Now I’m not a vegetarian, but I do love animals and nothing makes me sadder than seeing roadkill. In my opinion, it is a senseless loss of life. First, the meat usually just sits there and rots – no one really wants to eat a squished possum or skunk or turtle (unless maybe you live in West Virginia and enjoy the annual Roadkill Cook-off…). If it’s a deer, elk or moose, it will likely go to a food bank to feed the hungry – but only after a lot of destruction and often, loss of human life due to the massive impact of their bodies on crushable automobiles.
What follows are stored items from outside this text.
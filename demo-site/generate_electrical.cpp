// ferrum_demo_gen, electrical field tests: outage test sets of 2016, 2021
// and 2026 for every unit of the demo fleet except the sparse TKQ-T3, as
// the invented testing contractor vornhal_testing delivers them (one file per
// site and outage year).
//
// Storylines (storylines.tsv, README.md):
//   OSB-T2  turns ratio of phase B falls -0.12 % (2021) then -0.85 % (2026):
//           a shorted-turn-like deviation beyond the ±0.5 % tolerance.
//   VNM-T2  bushing H2 (C1) power factor rises 0.31 -> 0.42 -> 0.74 %, more
//           than twice its first test; C1 capacitance +3.1 % (still within
//           5 %): investigate the bushing, not the unit.
// Every other reading is an ordinary value for the unit's age, with a small
// deterministic scatter. The units table must agree with
// drops/teb_planning/units-register.csv (voltages, vector group, taps,
// impedance).
#include <algorithm>
#include <cmath>
#include <cstdint>
#include <cstdio>
#include <filesystem>
#include <string>
#include <string_view>
#include <vector>

#include "analytics/calendar.h"

namespace fs = std::filesystem;

namespace {

using ferrum::analytics::days_from_civil;
using ferrum::analytics::format_day;

struct ElectricalUnit {
  const char* id;
  const char* site;
  int year_built;
  double hv_kv, lv_kv;
  const char* group;      // vector group of the register
  double impedance_pct;   // register impedance_pct
  double r75_hv_ohm;      // HV phase-winding resistance at 75 °C, tap 9
  double excitation_ma;   // outer-phase excitation current at 10 kV
};

// Tap changer of every unit: 17 positions, nominal 9, 1.25 % (register).
constexpr int kTapNominal = 9;
constexpr double kTapStepPct = 1.25;

const std::vector<ElectricalUnit>& units() {
  static const std::vector<ElectricalUnit> u = {
      {"CRW-T1", "CRW", 1968, 132, 33, "YNd1", 12.5, 0.92, 31},
      {"CRW-T2", "CRW", 2019, 132, 33, "YNd1", 12.5, 0.88, 24},
      {"CRW-T3", "CRW", 1996, 132, 33, "YNd1", 11.8, 1.05, 27},
      {"VNM-T1", "VNM", 1983, 132, 33, "YNyn0d1", 10.5, 1.40, 22},
      {"VNM-T2", "VNM", 1985, 132, 33, "YNyn0d1", 10.5, 1.42, 22},
      {"VNM-T3", "VNM", 1977, 33, 11, "Dyn11", 8.0, 0.61, 14},
      {"PLW-T1", "PLW", 1979, 66, 11, "Dyn11", 10.0, 0.74, 18},
      {"PLW-T2", "PLW", 2002, 66, 11, "Dyn11", 10.0, 0.70, 17},
      {"PLW-T3", "PLW", 1971, 66, 11, "Dyn1", 8.0, 0.95, 15},
      {"OSB-T1", "OSB", 1991, 33, 11, "Dyn11", 8.5, 0.52, 12},
      {"OSB-T2", "OSB", 1993, 33, 11, "Dyn11", 8.5, 0.53, 12},
      {"OSB-T3", "OSB", 2008, 33, 11, "Dyn11", 7.5, 0.66, 10},
      {"TKQ-T1", "TKQ", 2012, 33, 11, "Dyn11", 8.5, 0.45, 13},
      {"TKQ-T2", "TKQ", 2012, 33, 11, "Dyn11", 8.5, 0.45, 13},
  };
  return u;
}

// Outage month and day per site.
struct Outage {
  const char* site;
  int month, day;
};
constexpr Outage kOutages[] = {{"CRW", 4, 14}, {"VNM", 5, 5}, {"PLW", 4, 22}, {"OSB", 3, 17}, {"TKQ", 6, 9}};
constexpr int kYears[] = {2016, 2021, 2026};

// Deterministic scatter in [-1, 1] from a name (FNV-1a).
double scatter(const std::string& what) {
  std::uint64_t h = 0xCBF29CE484222325ULL;
  for (unsigned char c : what) h = (h ^ c) * 0x100000001B3ULL;
  h ^= h >> 29;
  return static_cast<double>(h % 20001) / 10000.0 - 1.0;
}

std::string num(double v, int decimals) {
  char buf[32];
  std::snprintf(buf, sizeof buf, "%.*f", decimals, v);
  return buf;
}

// Phase ratio a test set reads (HV-LV pair; winding connections).
double phase_ratio(const ElectricalUnit& u, int tap) {
  const double hv = u.hv_kv * (1 + (kTapNominal - tap) * kTapStepPct / 100);
  const std::string_view g = u.group;
  if (g.starts_with("D") && g[1] == 'y') return std::sqrt(3.0) * hv / u.lv_kv;
  if (g.starts_with("YNd") || g.starts_with("Yd")) return hv / (std::sqrt(3.0) * u.lv_kv);
  return hv / u.lv_kv;  // YNyn0d1: the HV-LV pair is star-star
}

// Ordinary insulation condition by age at the test: power factor at 20 °C
// and polarization index.
double age_pf(int age) { return 0.20 + 0.012 * age; }
double age_pi(int age) { return std::max(1.3, 2.8 - 0.025 * age); }

constexpr const char* kHeader =
    "unit_id,test_date,test,phase,tap,winding,temp_c,insulation,test_kv,bushing,minutes,ratio,resistance_ohm,"
    "power_factor_pct,capacitance_pf,resistance_megohm,current_ma,impedance_pct,nameplate_value,note,crew";

// One row; the value goes in column `value_col` (0 = ratio .. 6 = impedance_pct).
struct Row {
  std::string unit, date, test, phase, tap, winding, temp, insulation, kv, bushing, minutes;
  int value_col = 0;
  std::string value, capacitance, nameplate, note;
};

std::string line(const Row& r) {
  std::string values[7];
  values[r.value_col] = r.value;
  if (!r.capacitance.empty()) values[3] = r.capacitance;
  std::string out = r.unit + "," + r.date + "," + r.test + "," + r.phase + "," + r.tap + "," + r.winding + "," +
                    r.temp + "," + r.insulation + "," + r.kv + "," + r.bushing + "," + r.minutes;
  for (const auto& v : values) out += "," + v;
  return out + "," + r.nameplate + "," + r.note + ",KT-" + r.date.substr(0, 4);
}

void unit_rows(const ElectricalUnit& u, int year, const std::string& date, std::vector<std::string>& out) {
  const int age = year - u.year_built;
  const std::string id = u.id;
  const std::string key = id + "/" + std::to_string(year) + "/";
  const bool three_winding = std::string_view(u.group) == "YNyn0d1";
  const char* phases[] = {"A", "B", "C"};
  // Turns ratio at the nominal tap, and at taps 1 and 17 in 2026.
  std::vector<int> taps = {kTapNominal};
  if (year == 2026) taps = {1, kTapNominal, 17};
  for (int tap : taps) {
    for (const char* ph : phases) {
      double deviation = 0.0004 * scatter(key + "ratio" + ph + std::to_string(tap));
      if (id == "OSB-T2" && std::string_view(ph) == "B")
        deviation += year == 2026 ? -0.0085 : year == 2021 ? -0.0012 : 0;
      const double ratio = phase_ratio(u, tap) * (1 + deviation);
      Row r{id, date, "turns_ratio", ph, std::to_string(tap)};
      r.value_col = 0;
      r.value = num(ratio, 4);
      // ferrum has no nameplate ratio for a three-winding group: give it.
      if (three_winding) r.nameplate = num(phase_ratio(u, tap), 4);
      out.push_back(line(r));
    }
  }
  // HV winding resistance at tap 9, winding temperature of the outage day.
  const double temp = 14 + 4 * scatter(key + "temp");
  for (const char* ph : phases) {
    const double r75 = u.r75_hv_ohm * (1 + 0.003 * scatter(key + "r" + ph));
    const double measured = r75 * (234.5 + temp) / (234.5 + 75);
    Row r{id, date, "winding_resistance", ph, std::to_string(kTapNominal), "HV", num(temp, 1)};
    r.value_col = 1;
    r.value = num(measured, 4);
    out.push_back(line(r));
  }
  // Winding insulation power factor, reported at 20 °C by the test set.
  const double caps[] = {4200, 6800, 5100};
  const char* insulations[] = {"CH", "CL", "CHL"};
  for (int i = 0; i < 3; ++i) {
    Row r{id, date, "insulation_power_factor", "", "", "", "20", insulations[i], "10"};
    r.value_col = 2;
    r.value = num(age_pf(age) * (1 + 0.05 * scatter(key + "pf" + insulations[i])), 2);
    r.capacitance = num(caps[i] * u.excitation_ma / 20 * (1 + 0.002 * scatter(key + "c" + insulations[i])), 0);
    out.push_back(line(r));
  }
  // HV bushings, C1: power factor and capacitance; nameplate C1 445 pF.
  for (const char* b : {"H1", "H2", "H3"}) {
    double pf = 0.30 + 0.01 * scatter(key + "bpf" + b) + 0.002 * age / 10;
    double cap = 445 * (1 + 0.004 * scatter(key + "bc" + b));
    if (id == "VNM-T2" && std::string_view(b) == "H2") {
      pf = year == 2016 ? 0.31 : year == 2021 ? 0.42 : 0.74;
      cap = 445 * (year == 2016 ? 1.004 : year == 2021 ? 1.013 : 1.031);
    }
    Row r{id, date, "bushing_power_factor", "", "", "", "20", "C1", "10", b};
    r.value_col = 2;
    r.value = num(pf, 2);
    r.capacitance = num(cap, 0);
    r.nameplate = "445";
    out.push_back(line(r));
  }
  // Insulation resistance HV to ground at 5 kV DC, 1 and 10 minutes.
  const double r1 = 2400 - 25 * age + 200 * scatter(key + "ir");
  const double pi = age_pi(age) * (1 + 0.03 * scatter(key + "pi"));
  for (int minutes : {1, 10}) {
    Row r{id, date, "insulation_resistance", "", "", "", "20", "HV-GROUND", "5", "", std::to_string(minutes)};
    r.value_col = 4;
    r.value = num(minutes == 1 ? r1 : r1 * pi, 0);
    out.push_back(line(r));
  }
  // Excitation current at 10 kV, tap 9: outer phases similar, middle lower.
  const double share[] = {1.0, 0.71, 0.98};
  for (int i = 0; i < 3; ++i) {
    Row r{id, date, "excitation_current", phases[i], std::to_string(kTapNominal), "", "", "", "10"};
    r.value_col = 5;
    r.value = num(u.excitation_ma * share[i] * (1 + 0.01 * scatter(key + "ex" + phases[i])), 2);
    out.push_back(line(r));
  }
  // Leakage reactance, three-phase equivalent at the nominal tap.
  Row r{id, date, "leakage_reactance", "", std::to_string(kTapNominal)};
  r.value_col = 6;
  r.value = num(u.impedance_pct * (1 + 0.003 * scatter(key + "lr")), 2);
  out.push_back(line(r));
}

}  // namespace

// Writes vornhal_testing/electrical-SITE-YEAR.csv files under `dir`.
bool write_electrical_tests(const fs::path& dir) {
  for (const Outage& o : kOutages) {
    for (int year : kYears) {
      const std::string date = format_day(days_from_civil(year, o.month, o.day));
      std::vector<std::string> rows;
      for (const ElectricalUnit& u : units())
        if (std::string_view(u.site) == o.site && u.year_built < year) unit_rows(u, year, date, rows);
      if (rows.empty()) continue;
      const std::string name = std::string("electrical-") + o.site + "-" + std::to_string(year) + ".csv";
      const fs::path tmp = dir / ("." + name + ".tmp");
      std::FILE* f = std::fopen(tmp.c_str(), "wb");
      if (!f) return false;
      std::string text = std::string(kHeader) + "\n";
      for (const auto& r : rows) text += r + "\n";
      const bool ok = std::fwrite(text.data(), 1, text.size(), f) == text.size();
      if (std::fclose(f) != 0 || !ok) return false;
      std::error_code ec;
      fs::rename(tmp, dir / name, ec);
      if (ec) return false;
    }
  }
  return true;
}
But mostly it makes me sad because it reminds me of how much we have destroyed, depleted, and dissected critical habitat for these critters – particularly those in wetland environments. I was driving on a 6-lane interstate through Massachusetts about a year ago, and noticed an entire family of geese – momma and daddy goose and about half a dozen baby goslings – who were stuck in the median and were desperately hoping for a break in the constant stream of traffic (driving about 70-80 miles per hour). The parents had made the artificial wetland in the median their home where they raised their goslings, but they found themselves stuck. The goslings were too young to fly, but they had limited food in their median neighborhood. Essentially they were facing starvation if they stayed or certain death if they attempted to cross the road.

Why would we design a road like this which could trap a migratory bird family? The intentions were good I am certain. Most likely, the designers did not know much about wildlife biology. I imagine the designers felt that the artificial wetland would provide habitat and be an aesthetic benefit for drivers. In some places, these ponds were designed as a form of on-site mitigation banking, until the unintended impacts of wildlife mortality was discovered. Off-site mitigation opportunities now offer a way to compensate for on-site wetland damages by creating a similar wetland site further away that is not constrained by traffic.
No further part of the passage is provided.